What you need to do -> Please reproduce each of the following entries exactly.

(Data for the task Opens)

"""The heart: compiles definition steps into ops on the wire; pure functions, no I/O."""
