"""A 39SF020A flash for tests of definitions with commands: `bench new ... --model` this file.

256K x 8, programmed byte by byte behind an unlock command, erased by sectors of 4 KB or whole, ID by command only.
Every value is typed by hand from the published facts. Marks: S17, S50, S70 = the sheets of this part; S22, S25 = those
of siblings; "from memory" = recalled, not read; "invented" = no sheet says it.

Invented: a write that no command has ends the command begun; a program over 0s only takes bits and never fails; while
busy a read at another address shows bit 7 as if done; VCC that falls in an operation leaves something else.
"""

from __future__ import annotations

from pulsewright.virtual.interface import BusLimit, Limits
from pulsewright.virtual.models.bus_written import BusWritten

A = (12, 11, 10, 9, 8, 7, 6, 5, 27, 26, 23, 25, 4, 28, 29, 3, 2, 30)  # [S25, S70]
D = (13, 14, 15, 17, 18, 19, 20, 21)  # [S25]
CE, OE, WE, GND, VCC = 22, 24, 31, 16, 32  # [S25, S70]
SIZE, SECTOR = 262_144, 4_096  # [S50, S17]
US, MS = 16, 16_000  # ticks
ID = (0xBF, 0xB6)  # [S17]
BYTE, SECTOR_ERASE, CHIP_ERASE = 20 * US, 25 * MS, 100 * MS  # longest [S50b, S70]
ID_SETTLE = 3  # 150 ns, entry and exit [S17, S70]
UNLOCK = ((0x5555, 0xAA), (0x2AAA, 0x55))  # A14..A0 decoded [S17]

LIMITS = Limits(
    package="DIP-32",
    # VDD + 0.5 V on plain pins, A9 13.2 V [S70]: no mode uses that, so this chip is judged and damaged as a plain pin;
    # 6.0 V is VDD + 0.5 V at the highest VDD
    maxima_mv={0: 6_000, VCC: 6_000},  # VDD not read: as the plain pins
    minimum_mv=-500,  # [S70]
    vcc_pin=VCC,
    gnd_pins=(GND,),
    address_pins=A,
    data_pins=D,
    enable_pins=(CE, OE),
    raised_pins=(),
    pulses=(),
    access_ticks=2,  # 70 ns, slowest [S50, S70]
    float_ticks=1,  # 25 ns [S70]
    rise_ticks=0,
    recovery_ticks=0,
    vcc_read_mv=(4_500, 5_500),  # [S50]
    vcc_most_mv=5_500,
    bus=BusLimit(
        ce=CE,
        oe=OE,
        we=WE,
        width_ticks=(1, 0),  # tWP, tCP 40 ns [S70]
        setup_ticks={"address": 0, "oe": 0, "data": 1},  # tAS 0, tOES 0, tDS 40 ns [S70]
        hold_ticks={"address": 1, "data": 0, "oe": 1},  # tAH 30 ns, tDH 0, tOEH 10 ns [S70]
        high_ticks=1,  # tWPH, tCPH 30 ns [S70]
        power_up_ticks=100 * US,  # [S70]
        power_up_read_ticks=100 * US,  # [S70]
        source="S70",
    ),
    source="S70, S50, S17, value by value in this file",
)


class Flash(BusWritten):
    """The model: a command is a row of writes; an operation runs by itself and shows bits 7 and 6."""

    def __init__(self) -> None:
        super().__init__("39sf020", LIMITS, SIZE, ID, sense_mv=2_000)  # of a sister [S22]
        self.program_pulses = self.erases = 0
        self._row: list[tuple[int, int]] = []  # writes of the command so far, unlocks in their decoded form
        self._shows_id = False
        self._will: dict[int, int] = {}
        self._last = (0, 0)  # address and word that bit 7 tells of

    def state(self) -> dict[str, object]:
        return {**super().state(), "erases": self.erases}  # the ID mode is lost at power-off [S17]

    def draw_ua(self, t: int, pin: int) -> int:
        if pin != VCC or not self._vcc:
            return 0
        return 25_000 if self._ce_low or self.is_busy(t) else 100  # from memory

    # ---- reads ----

    def word_at(self, at: int) -> int:
        if self._shows_id:
            return self._id[at & 1] if at & 0x7FFF < 2 else 0xFF  # other addresses: invented
        return super().word_at(at)

    def status(self, at: int) -> int | None:
        if not self._busy:
            return None
        last_at, last = self._last
        bit_7 = last & 0x80 ^ (0x80 if at == last_at else 0)
        return bit_7 | self._toggle | ~last & 0x3F

    # ---- commands ----

    def written(self, t: int, began: int, at: int, word: int) -> None:
        row = self._row
        row.append((at, word))
        self._word = -1
        done = [(where & 0x7FFF, what) for where, what in row]
        if len(row) == 1 and word == 0xF0:
            self._leave_id(t)
        elif len(row) <= 2:
            if done != list(UNLOCK[: len(row)]):
                row.clear()
        elif len(row) == 3:
            self._third(t, *done[2])
        elif row[2][1] == 0xA0:
            self._program(t, at, word)
        elif len(row) == 6:
            self._sixth(t, at, word)
        elif done[3:] != list(UNLOCK[: len(row) - 3]):
            row.clear()

    def _third(self, t: int, at: int, word: int) -> None:
        if at == 0x5555 and word in {0xA0, 0x80} and not self._shows_id:
            return  # more to come
        if at == 0x5555 and word == 0x90:
            self._shows_id = True
            self._valid_at = t + ID_SETTLE
        elif word == 0xF0:
            self._leave_id(t)
        self._row.clear()

    def _leave_id(self, t: int) -> None:
        self._shows_id = False
        self._valid_at = t + ID_SETTLE
        self._row.clear()

    def _program(self, t: int, at: int, word: int) -> None:
        self.program_pulses += 1
        slow = self._slow_pulses if self._is_slow(at) else 1
        self._run(t, BYTE * slow, {at: self.cells[at] & word}, (at, word))

    def _sixth(self, t: int, at: int, word: int) -> None:
        if word == 0x30:
            first = at // SECTOR * SECTOR
            self._erase(t, SECTOR_ERASE, range(first, first + SECTOR), at)
        elif word == 0x10 and at & 0x7FFF == 0x5555:
            self._erase(t, CHIP_ERASE, range(SIZE), at)
        else:
            self._row.clear()

    def _erase(self, t: int, ticks: int, cells: range, at: int) -> None:
        self.erases += 1
        slow = self._slow_pulses if any(self._is_slow(first) for first in cells[::SECTOR]) else 1
        self._run(t, ticks * slow, dict.fromkeys(cells, 0xFF), (at, 0xFF))  # bit 7 is 0 in an erase [S50]

    def _run(self, t: int, ticks: int, will: dict[int, int], last: tuple[int, int]) -> None:
        self._row.clear()
        self._busy, self._will, self._last = True, will, last
        self._due = t + ticks

    def due(self, t: int) -> None:
        self._busy = False
        self._store_all(self._will)

    def cut(self) -> None:
        self._row.clear()
        self._shows_id = False
        if self._busy:
            self._stress("VCC fell in a program or an erase")
            self._store_all({at: word ^ 0x5A for at, word in self._will.items()})

    def _store_all(self, words: dict[int, int]) -> None:
        if len(words) < SIZE or self._dead:
            for at, word in words.items():
                self._store(at, word)
        else:
            self.cells[:] = bytes(words.values())
            self._keep_stuck()
        self._will = {}


def make_chip() -> Flash:
    """A fresh, erased chip."""
    return Flash()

(Data for the task Closes)

Response box ->
"""The heart: compiles definition steps into ops on the wire; pure functions, no I/O."""
"""A 39SF020A flash for tests of definitions with commands: `bench new ... --model` this file.

256K x 8, programmed byte by byte behind an unlock command, erased by sectors of 4 KB or whole, ID by command only.
Every value is typed by hand from the published facts. Marks: S17, S50, S70 = the sheets of this part; S22, S25 = those
of siblings; "from memory" = recalled, not read; "invented" = no sheet says it.

Invented: a write that no command has ends the command begun; a program over 0s only takes bits and never fails; while
busy a read at another address shows bit 7 as if done; VCC that falls in an operation leaves something else.
"""

from __future__ import annotations

from pulsewright.virtual.interface import BusLimit, Limits
from pulsewright.virtual.models.bus_written import BusWritten

A = (12, 11, 10, 9, 8, 7, 6, 5, 27, 26, 23, 25, 4, 28, 29, 3, 2, 30)  # [S25, S70]
D = (13, 14, 15, 17, 18, 19, 20, 21)  # [S25]
CE, OE, WE, GND, VCC = 22, 24, 31, 16, 32  # [S25, S70]
SIZE, SECTOR = 262_144, 4_096  # [S50, S17]
US, MS = 16, 16_000  # ticks
ID = (0xBF, 0xB6)  # [S17]
BYTE, SECTOR_ERASE, CHIP_ERASE = 20 * US, 25 * MS, 100 * MS  # longest [S50b, S70]
ID_SETTLE = 3  # 150 ns, entry and exit [S17, S70]
UNLOCK = ((0x5555, 0xAA), (0x2AAA, 0x55))  # A14..A0 decoded [S17]

LIMITS = Limits(
    package="DIP-32",
    # VDD + 0.5 V on plain pins, A9 13.2 V [S70]: no mode uses that, so this chip is judged and damaged as a plain pin;
    # 6.0 V is VDD + 0.5 V at the highest VDD
    maxima_mv={0: 6_000, VCC: 6_000},  # VDD not read: as the plain pins
    minimum_mv=-500,  # [S70]
    vcc_pin=VCC,
    gnd_pins=(GND,),
    address_pins=A,
    data_pins=D,
    enable_pins=(CE, OE),
    raised_pins=(),
    pulses=(),
    access_ticks=2,  # 70 ns, slowest [S50, S70]
    float_ticks=1,  # 25 ns [S70]
    rise_ticks=0,
    recovery_ticks=0,
    vcc_read_mv=(4_500, 5_500),  # [S50]
    vcc_most_mv=5_500,
    bus=BusLimit(
        ce=CE,
        oe=OE,
        we=WE,
        width_ticks=(1, 0),  # tWP, tCP 40 ns [S70]
        setup_ticks={"address": 0, "oe": 0, "data": 1},  # tAS 0, tOES 0, tDS 40 ns [S70]
        hold_ticks={"address": 1, "data": 0, "oe": 1},  # tAH 30 ns, tDH 0, tOEH 10 ns [S70]
        high_ticks=1,  # tWPH, tCPH 30 ns [S70]
        power_up_ticks=100 * US,  # [S70]
        power_up_read_ticks=100 * US,  # [S70]
        source="S70",
    ),
    source="S70, S50, S17, value by value in this file",
)


class Flash(BusWritten):
    """The model: a command is a row of writes; an operation runs by itself and shows bits 7 and 6."""

    def __init__(self) -> None:
        super().__init__("39sf020", LIMITS, SIZE, ID, sense_mv=2_000)  # of a sister [S22]
        self.program_pulses = self.erases = 0
        self._row: list[tuple[int, int]] = []  # writes of the command so far, unlocks in their decoded form
        self._shows_id = False
        self._will: dict[int, int] = {}
        self._last = (0, 0)  # address and word that bit 7 tells of

    def state(self) -> dict[str, object]:
        return {**super().state(), "erases": self.erases}  # the ID mode is lost at power-off [S17]

    def draw_ua(self, t: int, pin: int) -> int:
        if pin != VCC or not self._vcc:
            return 0
        return 25_000 if self._ce_low or self.is_busy(t) else 100  # from memory

    # ---- reads ----

    def word_at(self, at: int) -> int:
        if self._shows_id:
            return self._id[at & 1] if at & 0x7FFF < 2 else 0xFF  # other addresses: invented
        return super().word_at(at)

    def status(self, at: int) -> int | None:
        if not self._busy:
            return None
        last_at, last = self._last
        bit_7 = last & 0x80 ^ (0x80 if at == last_at else 0)
        return bit_7 | self._toggle | ~last & 0x3F

    # ---- commands ----

    def written(self, t: int, began: int, at: int, word: int) -> None:
        row = self._row
        row.append((at, word))
        self._word = -1
        done = [(where & 0x7FFF, what) for where, what in row]
        if len(row) == 1 and word == 0xF0:
            self._leave_id(t)
        elif len(row) <= 2:
            if done != list(UNLOCK[: len(row)]):
                row.clear()
        elif len(row) == 3:
            self._third(t, *done[2])
        elif row[2][1] == 0xA0:
            self._program(t, at, word)
        elif len(row) == 6:
            self._sixth(t, at, word)
        elif done[3:] != list(UNLOCK[: len(row) - 3]):
            row.clear()

    def _third(self, t: int, at: int, word: int) -> None:
        if at == 0x5555 and word in {0xA0, 0x80} and not self._shows_id:
            return  # more to come
        if at == 0x5555 and word == 0x90:
            self._shows_id = True
            self._valid_at = t + ID_SETTLE
        elif word == 0xF0:
            self._leave_id(t)
        self._row.clear()

    def _leave_id(self, t: int) -> None:
        self._shows_id = False
        self._valid_at = t + ID_SETTLE
        self._row.clear()

    def _program(self, t: int, at: int, word: int) -> None:
        self.program_pulses += 1
        slow = self._slow_pulses if self._is_slow(at) else 1
        self._run(t, BYTE * slow, {at: self.cells[at] & word}, (at, word))

    def _sixth(self, t: int, at: int, word: int) -> None:
        if word == 0x30:
            first = at // SECTOR * SECTOR
            self._erase(t, SECTOR_ERASE, range(first, first + SECTOR), at)
        elif word == 0x10 and at & 0x7FFF == 0x5555:
            self._erase(t, CHIP_ERASE, range(SIZE), at)
        else:
            self._row.clear()

    def _erase(self, t: int, ticks: int, cells: range, at: int) -> None:
        self.erases += 1
        slow = self._slow_pulses if any(self._is_slow(first) for first in cells[::SECTOR]) else 1
        self._run(t, ticks * slow, dict.fromkeys(cells, 0xFF), (at, 0xFF))  # bit 7 is 0 in an erase [S50]

    def _run(self, t: int, ticks: int, will: dict[int, int], last: tuple[int, int]) -> None:
        self._row.clear()
        self._busy, self._will, self._last = True, will, last
        self._due = t + ticks

    def due(self, t: int) -> None:
        self._busy = False
        self._store_all(self._will)

    def cut(self) -> None:
        self._row.clear()
        self._shows_id = False
        if self._busy:
            self._stress("VCC fell in a program or an erase")
            self._store_all({at: word ^ 0x5A for at, word in self._will.items()})

    def _store_all(self, words: dict[int, int]) -> None:
        if len(words) < SIZE or self._dead:
            for at, word in words.items():
                self._store(at, word)
        else:
            self.cells[:] = bytes(words.values())
            self._keep_stuck()
        self._will = {}


def make_chip() -> Flash:
    """A fresh, erased chip."""
    return Flash()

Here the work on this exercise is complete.